Problem statement
Every line of the entries that holds the word "velocityParams" is to be copied.

Input records
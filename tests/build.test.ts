/**
 * The add-in build (webpack.config.js): one production build (shared with the
 * browser test, tests/support/web-build.ts), then checks of what Excel will
 * load — functions.json generated from the JSDoc (every function, its
 * parameters, optional flags, dimensionality and result type), the bundle
 * registering each function, the shared-runtime page loading the shared chunk
 * and both entries under a Content-Security-Policy, the size of what the page
 * loads, and the copied manifest and icons. Also starts the http dev server
 * (no certificates) and fetches the page from it.
 */
import { spawn, type ChildProcess } from 'child_process';
import { existsSync, readFileSync } from 'fs';
import net from 'net';
import path from 'path';
import { gzipSync } from 'zlib';
import { afterAll, beforeAll, describe, expect, it } from 'vitest';
import { pageScripts, webBuild } from './support/web-build';

const root = path.join(__dirname, '..');
const webpackCli = path.join(root, 'node_modules/webpack-cli/bin/cli.js');
let out = '';

beforeAll(() => {
  out = webBuild();
});

/** The shared runtime page's own JavaScript, gzipped at level 9, stays within this many bytes (issue 13: ≤ 80 KB). */
const PAGE_JS_GZIP_BOUND = 80_000;

interface Param {
  name: string;
  type: string;
  optional?: boolean;
  dimensionality?: string;
  description?: string;
}
interface FunctionMeta {
  id: string;
  name: string;
  description: string;
  parameters: Param[];
  result: { type: string; dimensionality?: string };
  options?: Record<string, boolean>;
}

/**
 * The expected worksheet signature of each function: [name, type, optional] per
 * parameter (a fourth element 'matrix' for a range parameter), and the result
 * (type '' when it is any).
 */
type ParamSpec = [string, string, boolean] | [string, string, boolean, 'matrix'];
const budgetTail: ParamSpec[] = [
  ['coupling', 'any', true],
  ['faces_seen', 'any', true],
  ['phase', 'any', true],
  ['share', 'any', true],
  ['monitor', 'any', true],
];
const reflectionParams: ParamSpec[] = [
  ['layers', 'any', false],
  ['order', 'any', false],
  ['ppw', 'any', false],
  ['angle', 'any', true],
  ['strength', 'any', true],
  ['kappa_max', 'any', true],
  ['alpha_max_norm', 'any', true],
  ['alpha_order', 'any', true],
  ['courant', 'any', true],
  ['index', 'any', true],
  ['dimensions', 'any', true],
  ['sampling', 'any', true],
  ['decay', 'any', true],
  ['azimuth', 'any', true],
];
const designParams: ParamSpec[] = [
  ['target', 'any', false],
  ['ppw_min', 'any', false],
  ['ppw_max', 'any', true],
  ['angle_max', 'any', true],
  ['orders', 'any', true, 'matrix'],
  ['courant', 'any', true],
  ['index', 'any', true],
  ['dimensions', 'any', true],
  ['kappa_max', 'any', true],
  ['alpha_max_norm', 'any', true],
  ['sampling', 'any', true],
  ['decay_min', 'any', true],
  ['gap', 'any', true],
  ['min_layers', 'any', true],
  ['azimuth_max', 'any', true],
  ['index_absorber', 'any', true],
];
const velocityParams: ParamSpec[] = [
  ['ppw', 'any', false],
  ['courant', 'any', true],
  ['dimensions', 'any', true],
  ['angle', 'any', true],
  ['azimuth', 'any', true],
];
const tableParams: ParamSpec[] = [
  ['header', 'any', false, 'matrix'],
  ['row', 'any', false, 'matrix'],
];
/** The heavy functions: computed in the worksheet functions' worker and cancelled by Excel when superseded (src/functions/plans.ts). */
const CANCELABLE = new Set(['REFLECTION_TABLE', 'LAYERS', 'DESIGN', 'PLAN', 'CELLS', 'MEMORY', 'STEPS', 'RUNTIME', 'COST']);
const expected: Record<string, { params: ParamSpec[]; result: string; matrix: boolean }> = {
  NEEDED_REFLECTION: { params: [['intensity_error', 'any', false], ...budgetTail], result: 'number', matrix: false },
  ERROR_FROM_REFLECTION: { params: [['amplitude', 'any', false], ...budgetTail], result: 'number', matrix: false },
  REFLECTION: { params: reflectionParams, result: 'number', matrix: false },
  REFLECTION_CONTINUOUS: { params: reflectionParams, result: 'number', matrix: false },
  REFLECTION_TABLE: {
    params: [reflectionParams[0], reflectionParams[1], ['ppw_list', 'any', false, 'matrix'], ['angles', 'any', true, 'matrix'], ...reflectionParams.slice(4)],
    result: 'number',
    matrix: true,
  },
  RIPPLE: {
    params: [['amplitude', 'any', false], ['distance', 'any', false], ['group_index', 'any', true], ['coupling', 'any', true]],
    result: 'number',
    matrix: true,
  },
  RIPPLE_SOURCE: {
    params: [['peak_to_peak', 'any', false], ['period', 'any', false], ['group_index', 'any', true], ['coupling', 'any', true]],
    result: 'number',
    matrix: true,
  },
  MODEL_VERSION: { params: [], result: 'string', matrix: false },
  LAYERS: { params: designParams, result: 'number', matrix: false },
  DESIGN: { params: designParams, result: 'number', matrix: true },
  DESIGN_HEADER: { params: [], result: 'string', matrix: true },
  PLAN: { params: tableParams, result: '', matrix: true },
  PLAN_HEADER: { params: [], result: 'string', matrix: true },
  CELLS: { params: tableParams, result: 'number', matrix: false },
  MEMORY: { params: tableParams, result: 'number', matrix: false },
  STEPS: { params: tableParams, result: 'number', matrix: false },
  RUNTIME: { params: tableParams, result: 'number', matrix: false },
  COST: { params: tableParams, result: 'number', matrix: false },
  PHASE_VELOCITY: { params: velocityParams, result: 'number', matrix: false },
  GROUP_VELOCITY: { params: velocityParams, result: 'number', matrix: false },
};

function metadata(dir = out): FunctionMeta[] {
  return JSON.parse(readFileSync(path.join(dir, 'functions.json'), 'utf8')).functions;
}

describe('generated functions.json', () => {
  it('lists exactly the HUSH functions, each with its parameters, optional flags, dimensionality and result type', () => {
    const fns = metadata();
    expect(fns.map((f) => f.id).sort()).toEqual(Object.keys(expected).sort());
    for (const f of fns) {
      const e = expected[f.id];
      expect(f.name).toBe(f.id);
      expect(
        f.parameters.map((p) => (p.dimensionality === 'matrix' ? [p.name, p.type, Boolean(p.optional), 'matrix'] : [p.name, p.type, Boolean(p.optional)])),
        f.id,
      ).toEqual(e.params);
      for (const p of f.parameters) {
        expect(p.dimensionality ?? 'scalar', `${f.id}.${p.name}`).toMatch(/^(scalar|matrix)$/);
        expect(p.description, `${f.id}.${p.name} is described`).toBeTruthy();
      }
      expect(f.result.type ?? '', f.id).toBe(e.result);
      expect(f.result.dimensionality ?? 'scalar', f.id).toBe(e.matrix ? 'matrix' : 'scalar');
      // Pure functions of their arguments: nothing volatile or streaming; the heavy ones are cancelable (issue 13).
      expect(f.options ?? {}, f.id).toEqual(CANCELABLE.has(f.id) ? { cancelable: true } : {});
    }
  });

  it('describes each function in one sentence; its worked examples are on its help page (tests/help-pages.test.ts)', () => {
    for (const f of metadata()) {
      expect(f.description, f.id).toMatch(/^[^\n]+\.$/);
      expect(f.description, f.id).not.toMatch(/Example:|[.!?]\s+\S/);
    }
  });

  it('optional parameters state their default', () => {
    for (const f of metadata()) {
      for (const p of f.parameters.filter((q) => q.optional)) {
        expect(p.description, `${f.id}.${p.name}`).toMatch(/Default /);
      }
    }
  });
});

describe('bundles and page', () => {
  it('functions.js registers every function through the generated associate calls', () => {
    const js = readFileSync(path.join(out, 'functions.js'), 'utf8');
    for (const id of Object.keys(expected)) expect(js).toContain(`CustomFunctions.associate("${id}"`);
  });

  it('taskpane.html loads Office.js first, then the shared chunk, then both entries (shared runtime), under a CSP with connect-src \'self\'', () => {
    const html = readFileSync(path.join(out, 'taskpane.html'), 'utf8');
    const office = html.indexOf('appsforoffice.microsoft.com/lib/1/hosted/office.js');
    expect(office).toBeGreaterThan(-1);
    // Office.js is written by the inline loader, before any bundle; the bundles run in this order (all deferred).
    expect(pageScripts(html)).toEqual(['shared.js', 'taskpane.js', 'functions.js']);
    expect(html.search(/src="?shared\.js/)).toBeGreaterThan(office);
    const csp = /http-equiv="?Content-Security-Policy"?\s+content="([^"]+)"/.exec(html);
    expect(csp).not.toBeNull();
    const directives = Object.fromEntries(
      csp![1].split(';').map((d) => {
        const [name, ...values] = d.trim().split(/\s+/);
        return [name, values];
      }),
    );
    expect(directives['connect-src']).toEqual(["'self'"]);
    expect(directives['default-src']).toEqual(["'self'"]);
    expect(directives['script-src']).not.toContain("'unsafe-eval'");
  });

  /** The modules each script was built from, from its source map (e.g. "src/physics/reflection.ts", "node_modules/mathjs/lib/esm/type/unit/Unit.js"). */
  function modules(script: string): string[] {
    const map = JSON.parse(readFileSync(path.join(out, `${script}.map`), 'utf8')) as { sources: string[] };
    return map.sources.map((s) => s.replace(/^webpack:\/\/[^/]*\/(\.\/)?/, ''));
  }

  it('the code both entries carry is in shared.js once (the plan API, the physics core, the unit engine), and no module is in two scripts', () => {
    const shared = modules('shared.js');
    for (const m of ['src/plan/index.ts', 'src/plan/units.ts', 'src/physics/reflection.ts', 'src/physics/design.ts', 'node_modules/mathjs/lib/esm/type/unit/Unit.js']) {
      expect(shared, m).toContain(m);
    }
    const scripts = ['shared.js', 'taskpane.js', 'functions.js'];
    const seen = new Map<string, string>();
    for (const script of scripts) {
      for (const m of modules(script)) {
        expect(seen.get(m), `${m} in ${script} and ${seen.get(m)}`).toBeUndefined();
        seen.set(m, script);
      }
    }
  });

  it(`the page's JavaScript is at most ${PAGE_JS_GZIP_BOUND} bytes gzipped (level 9), mathjs reduced to its unit parser`, () => {
    const html = readFileSync(path.join(out, 'taskpane.html'), 'utf8');
    const sizes = pageScripts(html).map((f) => [f, gzipSync(readFileSync(path.join(out, f)), { level: 9 }).length] as const);
    const total = sizes.reduce((a, [, n]) => a + n, 0);
    console.log(`page JavaScript, gzip level 9: ${sizes.map(([f, n]) => `${f} ${n}`).join(', ')}; total ${total} bytes`);
    expect(total).toBeLessThanOrEqual(PAGE_JS_GZIP_BOUND);
    // Of mathjs only the Unit class and utilities: no Complex or Fraction libraries (src/plan/units.ts holds the two values the unit table needs), no functions, matrices, expression parser or BigNumber.
    const libraries = pageScripts(html).flatMap(modules).filter((m) => m.startsWith('node_modules/'));
    for (const m of libraries.filter((x) => x.startsWith('node_modules/mathjs/'))) expect(m).toMatch(/^node_modules\/mathjs\/lib\/esm\/(type\/unit\/\w+\.js|utils\/)/);
    for (const m of libraries) expect(m).not.toMatch(/decimal\.js|typed-function|seedrandom|complex\.js|fraction\.js/);
  });

  it('the worksheet functions\' worker is a script of its own (functions-worker.js): self-contained, not loaded by the page, named by functions.js', () => {
    const worker = readFileSync(path.join(out, 'functions-worker.js'), 'utf8');
    expect(worker).not.toMatch(/importScripts/);
    const html = readFileSync(path.join(out, 'taskpane.html'), 'utf8');
    expect(pageScripts(html)).not.toContain('functions-worker.js');
    const own = modules('functions-worker.js');
    for (const m of ['src/functions/worker.ts', 'src/functions/worker-tasks.ts', 'src/plan/index.ts', 'src/physics/design.ts']) expect(own, m).toContain(m);
    for (const m of own) expect(m, 'no task pane or Office code in the worker').not.toMatch(/^(taskpane|src\/workbook)\//);
    expect(readFileSync(path.join(out, 'functions.js'), 'utf8') + readFileSync(path.join(out, 'shared.js'), 'utf8')).toContain('functions-worker');
  });

  it('no eval in the bundles (the CSP forbids it)', () => {
    for (const f of ['shared.js', 'functions.js', 'taskpane.js', 'functions-worker.js']) {
      expect(readFileSync(path.join(out, f), 'utf8')).not.toMatch(/\beval\(/);
    }
  });

  it('copies the manifest, the stylesheet and every icon the manifest names', () => {
    const manifest = readFileSync(path.join(out, 'manifest.xml'), 'utf8');
    expect(manifest).toBe(readFileSync(path.join(root, 'manifest.xml'), 'utf8'));
    expect(existsSync(path.join(out, 'taskpane.css'))).toBe(true);
    for (const m of manifest.matchAll(/https:\/\/localhost:3000\/(assets\/[\w.-]+\.png)/g)) {
      expect(existsSync(path.join(out, m[1])), m[1]).toBe(true);
    }
  });

  it('publicUrl rewrites every dev URL in the copied manifest, and nothing else changes', async () => {
    // The copy step of a build with --env publicUrl=… (webpack.config.js), applied to manifest.xml.
    // eslint-disable-next-line @typescript-eslint/no-require-imports -- the config is CommonJS
    const config = await require('../webpack.config.js')({ publicUrl: 'https://planner.example.org/hush' }, { mode: 'production' });
    const copy = config.plugins.find((p: { patterns?: unknown }) => Array.isArray(p.patterns)) as { patterns: { to: string; transform(c: Buffer): string | Buffer }[] };
    const pattern = copy.patterns.find((q) => q.to === 'manifest.xml')!;
    const original = readFileSync(path.join(root, 'manifest.xml'));
    const manifest = pattern.transform(original).toString();
    expect(manifest).not.toContain('https://localhost:3000/');
    expect(manifest).toContain('https://planner.example.org/hush/taskpane.html');
    expect(manifest.split('https://planner.example.org/hush/').join('https://localhost:3000/')).toBe(original.toString());
  });
});

describe('http dev server (no certificates)', () => {
  let server: ChildProcess | undefined;

  afterAll(() => {
    if (server && server.exitCode === null) server.kill('SIGTERM');
  });

  async function freePort(): Promise<number> {
    return new Promise((resolve, reject) => {
      const s = net.createServer();
      s.once('error', reject);
      s.listen(0, '127.0.0.1', () => {
        const port = (s.address() as net.AddressInfo).port;
        s.close(() => resolve(port));
      });
    });
  }

  it('serves taskpane.html and functions.json over http', async () => {
    const port = await freePort();
    server = spawn(process.execPath, [webpackCli, 'serve', '--mode', 'development', '--env', 'http', '--env', `port=${port}`], {
      cwd: root,
      env: { ...process.env, NO_COLOR: '1' },
      stdio: ['ignore', 'pipe', 'pipe'],
    });
    let log = '';
    server.stdout!.on('data', (d) => (log += d));
    server.stderr!.on('data', (d) => (log += d));
    const base = `http://127.0.0.1:${port}`;
    // Ask until it answers or exits; the suite's generous timeout is only a safety net.
    let page: Response | undefined;
    while (server.exitCode === null) {
      try {
        page = await fetch(`${base}/taskpane.html`);
        if (page.ok) break;
      } catch {
        // not listening yet
      }
      await new Promise((r) => setTimeout(r, 250));
    }
    expect(page?.ok, `dev server did not answer:\n${log}`).toBe(true);
    expect(await page!.text()).toContain('functions.js');
    const meta = await fetch(`${base}/functions.json`);
    expect(meta.ok).toBe(true);
    const ids = ((await meta.json()) as { functions: FunctionMeta[] }).functions.map((f) => f.id);
    expect(ids).toContain('NEEDED_REFLECTION');
    const help = await fetch(`${base}/help/PLAN.html`);
    expect(help.ok).toBe(true);
    expect(await help.text()).toContain('HUSH.PLAN');
    expect(log).not.toMatch(/certificate/i);
  });
});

Result
const velocityParams: ParamSpec[] = [
  PHASE_VELOCITY: { params: velocityParams, result: 'number', matrix: false },
  GROUP_VELOCITY: { params: velocityParams, result: 'number', matrix: false },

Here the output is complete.